▶ [Problem statement]: Report each line of the entries below that includes "remarks".

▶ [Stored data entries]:
==*==

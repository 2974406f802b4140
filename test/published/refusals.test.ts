import { describe, expect, it } from "vitest";
import {
  auditCommutators,
  type ErrorCode,
  findGoodBasis,
  GoodBasisError,
  Operator,
  type Problem,
} from "../../src/index.js";
import { angularMomentum } from "../../src/models/angular-momentum.js";
import { ketPermutation } from "../../src/models/permutations.js";
import { perturb } from "../../src/perturb/perturb.js";
import {
  bruteForce,
  expectAllOrders,
  expectNear,
  expectValues,
  goodBasis,
  pick,
  shifts,
  symmetric,
} from "./support.js";

// The linear Stark effect of hydrogen, n = 2, kets 2s, 2p m = +1, 0, −1.
const stark = { h0: Operator.diagonal([-1 / 8, -1 / 8, -1 / 8, -1 / 8]), v: symmetric(4, [[0, 2, -3]]) };
const starkLz = { operator: Operator.diagonal([0, 1, 0, -1]), label: "m" } as const;

// [L², z] ≠ 0; common practice.
describe("L² with the linear Stark effect", () => {
  const L2 = Operator.diagonal([0, 2, 2, 2]);

  it("is a finding of the audit: [L², V] has norm 6√2", () => {
    const audit = auditCommutators({ ...stark, candidates: { L2, Lz: starkLz } });
    const [finding, other] = audit.candidates;
    expect(finding).toMatchObject({ name: "L2", conserved: false, descriptive: true });
    expect(finding?.withH0.verdict).toBe("commutes");
    const broken = finding?.withPerturbations[0];
    expect(broken).toMatchObject({ verdict: "broken", left: "L2", right: "V" });
    expectNear(broken?.norm ?? 0, 6 * Math.SQRT2, 1e-8);
    expect(broken?.largest.map(({ row, column, size }) => [row, column, size])).toEqual([
      [0, 2, 6],
      [2, 0, 6],
    ]);
    expect(finding?.reason).toContain("does not commute with V");
    expect(other?.conserved).toBe(true);
    expect(audit.sets).toEqual([["Lz"]]);
  });

  it("does not serve as evidence", () => {
    const outcome = findGoodBasis({ ...stark, candidates: { L2, Lz: starkLz } }, { depth: "labels" });
    expect(outcome.verdict).toBe("not good");
    for (const node of outcome.tree) expect(node.operator).not.toBe("L2");
  });
});

// [L_x, L_z] = −iL_y; common practice.
describe("L_x and L_z together", () => {
  const { x, z, squared } = angularMomentum(1);
  const problem = { h0: Operator.zero(3), v: Operator.identity(3).scale(0.1) };

  it("are each conserved but do not commute: a finding with norm √2 and the sets that can be used", () => {
    const audit = auditCommutators({ ...problem, candidates: { Lx: x, Lz: z } });
    expect(audit.candidates.map((finding) => finding.conserved)).toEqual([true, true]);
    expect(audit.pairs).toHaveLength(1);
    expect(audit.pairs[0]).toMatchObject({ left: "Lx", right: "Lz", verdict: "broken" });
    expectNear(audit.pairs[0]?.norm ?? 0, Math.SQRT2, 1e-12);
    expect(audit.remarks).toHaveLength(1);
    expect(audit.remarks[0]).toContain("do not commute");
    expect(audit.sets).toEqual([["Lx"], ["Lz"]]);
  });

  it("only one of them labels the basis", () => {
    const basis = goodBasis({ ...problem, candidates: { Lx: x, Lz: z } }, { depth: "labels" });
    expectAllOrders(basis.study);
    expect(basis.study.sets.map(({ names, chosen }) => [names, chosen])).toEqual([
      [["Lx"], true],
      [["Lz"], false],
    ]);
    for (const state of basis.states) expect(["declared", "proposed"]).toContain(state.labels.Lx.status);
    expect(basis.states.map((state) => state.labels.Lz.status)).toContain("not sharp");
  });

  it("L² and L_z are accepted as a pair", () => {
    const candidates = { L2: { operator: squared, label: "j" }, Lz: { operator: z, label: "m" } } as const;
    const audit = auditCommutators({ ...problem, candidates });
    expect(audit.sets).toEqual([["L2", "Lz"]]);
    const basis = goodBasis({ ...problem, candidates }, { depth: "labels" });
    expect(basis.states.map(({ labels: { L2, Lz } }) => `${L2.text},${Lz.text}`)).toEqual(["1,1", "1,0", "1,−1"]);
    expectAllOrders(basis.study);
  });
});

// Distinct eigenvalues are needed; common practice.
describe("L_z alone for the n = 2 Stark effect", () => {
  it("is refused with labels: 2s and 2p0 share m = 0 and are coupled by 3", () => {
    const outcome = findGoodBasis(
      { ...stark, candidates: { Lz: starkLz }, kets: ["2s", "2p+1", "2p0", "2p−1"] },
      { depth: "labels" },
    );
    expect(outcome.verdict).toBe("not good");
    if (outcome.verdict !== "not good") return;
    expect(outcome.couplings).toHaveLength(1);
    const [coupling] = outcome.couplings;
    expectNear(coupling?.size ?? 0, 3, 1e-8);
    expectNear(Math.SQRT2 * (coupling?.size ?? 0), 4.242640687, 1e-8); // Frobenius norm of the block
    expect(coupling?.atLeast).toBeLessThanOrEqual(3);
    expect(coupling?.atMost).toBeGreaterThanOrEqual(3);
    for (const index of coupling?.states ?? []) expect(outcome.states[index]?.labels.Lz.text).toBe("0");
    const kets = (coupling?.states ?? []).flatMap((index) => [...(outcome.states[index]?.vector.kets ?? [])]);
    expect(kets.sort()).toEqual([0, 2]);
  });

  it("is good at full depth, V telling the pair apart, with energies safe through 2", () => {
    const basis = goodBasis({ ...stark, candidates: { Lz: starkLz } });
    expectValues(
      shifts(basis.states),
      [
        [3, 1],
        [0, 2],
        [-3, 1],
      ],
      1e-9,
    );
    for (const state of basis.states) {
      const own = state.labels.Lz.text === "0" ? { energies: 2, states: 0 } : { energies: "all", states: "all" };
      expect(state.safe).toEqual(own);
    }
    expect(() => perturb(basis, { states: 1 })).toThrow(expect.objectContaining({ code: "unsafe-order" }));
    const safe = basis.states.filter((state) => state.safe.energies === "all").map((state) => state.index);
    expect(perturb(basis, { states: 1, select: safe }).states).toHaveLength(2);
  });
});

// Elementary closed form; common practice.
describe("levels 1e-9 apart that V couples by 1e-3", () => {
  const h0 = Operator.diagonal([0, 1e-9, 1]);
  const v = symmetric(3, [
    [0, 1, 1e-3],
    [1, 2, 0.1],
  ]);

  it("the naive second order is −1000 where the truth is ±1e-3", () => {
    expectNear(-(v.entry(0, 1).re ** 2) / 1e-9, -1000, 1e-6);
    const corner = symmetric(2, [
      [1, 1, 1e-9],
      [0, 1, 1e-3],
    ]);
    expectValues(
      bruteForce(corner),
      [
        [1e-3, 1],
        [-1e-3, 1],
      ],
      1e-8,
    );
  });

  it.each([
    { how: "as it comes", options: {} },
    { how: "as separate levels", options: { levelWidth: 1e-12 } },
    { how: "with λ = 1", options: { lambda: 1 } },
    { how: "as separate levels with λ = 1", options: { levelWidth: 1e-12, lambda: 1 } },
  ])("is not good $how: near-degenerate, a ratio of 1e6", ({ options }) => {
    for (const depth of ["labels", "first order", "second order", "full"] as const) {
      const outcome = findGoodBasis({ h0, v }, { ...options, depth });
      expect(outcome.verdict).toBe("undecided");
      for (const level of outcome.levels.slice(0, 2)) {
        expect(level.questions.map((question) => question.code)).toContain("near-degenerate");
        const first = Math.max(...level.guard.sectors.map((sector) => sector.first.ratio)) / level.guard.lambda;
        expectNear(first, 1e6, 1);
      }
    }
  });

  it("merged into one level, its labels do not suffice: the block has norm √2 · 1e-3", () => {
    const outcome = findGoodBasis({ h0, v }, { levelWidth: 1e-7, depth: "labels" });
    expect(outcome.verdict).toBe("not good");
    if (outcome.verdict !== "not good") return;
    expect(outcome.levels[0]?.degeneracy).toBe(2);
    expectNear(Math.SQRT2 * (outcome.couplings[0]?.size ?? 0), 0.001414213562, 1e-9);
  });

  it("merged and left to V: undecided without a stated λ, since the spread is real", () => {
    const outcome = findGoodBasis({ h0, v }, { levelWidth: 1e-7 });
    expect(outcome.verdict).toBe("undecided");
    expect(outcome.levels[0]?.questions.map((question) => question.code)).toContain("merged-level");
  });

  it.each([{ lambda: 1 }, {}])("merged with %o it is never good, at any depth", (options) => {
    for (const depth of ["labels", "first order", "second order", "full"] as const) {
      expect(findGoodBasis({ h0, v }, { levelWidth: 1e-7, depth, ...options }).verdict).not.toBe("good");
    }
  });
});

// Common practice.
describe("bad input", () => {
  function refusal(problem: Problem): GoodBasisError {
    for (const verb of [findGoodBasis, auditCommutators]) {
      try {
        verb(problem);
      } catch (error) {
        if (!(error instanceof GoodBasisError)) throw error;
        if (verb === auditCommutators) return error;
        continue;
      }
      throw new Error("nothing was refused");
    }
    throw new Error("nothing was refused");
  }
  const one = Operator.identity(2);
  const { plus } = angularMomentum(1);
  const cases: { what: string; problem: Problem; code: ErrorCode; size?: number }[] = [
    {
      what: "V not Hermitian",
      problem: {
        h0: one,
        v: [
          [0, 1],
          [0, 0],
        ],
      },
      code: "not-hermitian",
      size: Math.SQRT2,
    },
    {
      what: "H0 symmetric but not Hermitian",
      problem: {
        h0: {
          re: [
            [0, 0],
            [0, 0],
          ],
          im: [
            [0, 1],
            [1, 0],
          ],
        },
        v: one,
      },
      code: "not-hermitian",
      size: 2 * Math.SQRT2,
    },
    {
      what: "L₊ as a candidate",
      problem: { h0: Operator.zero(3), v: Operator.zero(3), candidates: { Lplus: plus } },
      code: "not-normal",
      size: 2 * Math.SQRT2,
    },
    {
      what: "a 2 × 2 candidate with a 3 × 3 H0",
      problem: { h0: Operator.zero(3), v: Operator.zero(3), candidates: { A: one } },
      code: "shape",
    },
    { what: "V of another size", problem: { h0: Operator.zero(3), v: one }, code: "shape" },
    {
      what: "NaN in V",
      problem: {
        h0: one,
        v: [
          [0, Number.NaN],
          [Number.NaN, 0],
        ],
      },
      code: "not-finite",
    },
    {
      what: "an infinite entry in a candidate",
      problem: { h0: one, v: one, candidates: { A: { diagonal: [1, Number.POSITIVE_INFINITY] } } },
      code: "not-finite",
    },
  ];

  it.each(cases)("$what: $code", ({ problem, code, size }) => {
    const error = refusal(problem);
    expect(error.code).toBe(code);
    if (size !== undefined) expectNear(Number(error.details["size"]), size, 1e-12);
  });

  it("a unitary rotation by a quarter turn is accepted", () => {
    const C4z = ketPermutation([0, 1, 2], [{ re: 0, im: -1 }, 1, { re: 0, im: 1 }]);
    const audit = auditCommutators({ h0: Operator.zero(3), v: Operator.diagonal([1, 2, 1]), candidates: { C4z } });
    expect(audit.candidates[0]).toMatchObject({ kind: "unitary", conserved: true });
    const basis = goodBasis(
      { h0: Operator.zero(3), v: Operator.diagonal([1, 2, 1]), candidates: { C4z } },
      { depth: "labels" },
    );
    expect(pick(basis, 0, { C4z: { re: 0, im: 1 } }).vector.kets).toEqual(Int32Array.of(2));
  });
});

==*==

▶ [Answer for this exercise]:
    expect(audit.remarks).toHaveLength(1);
    expect(audit.remarks[0]).toContain("do not commute");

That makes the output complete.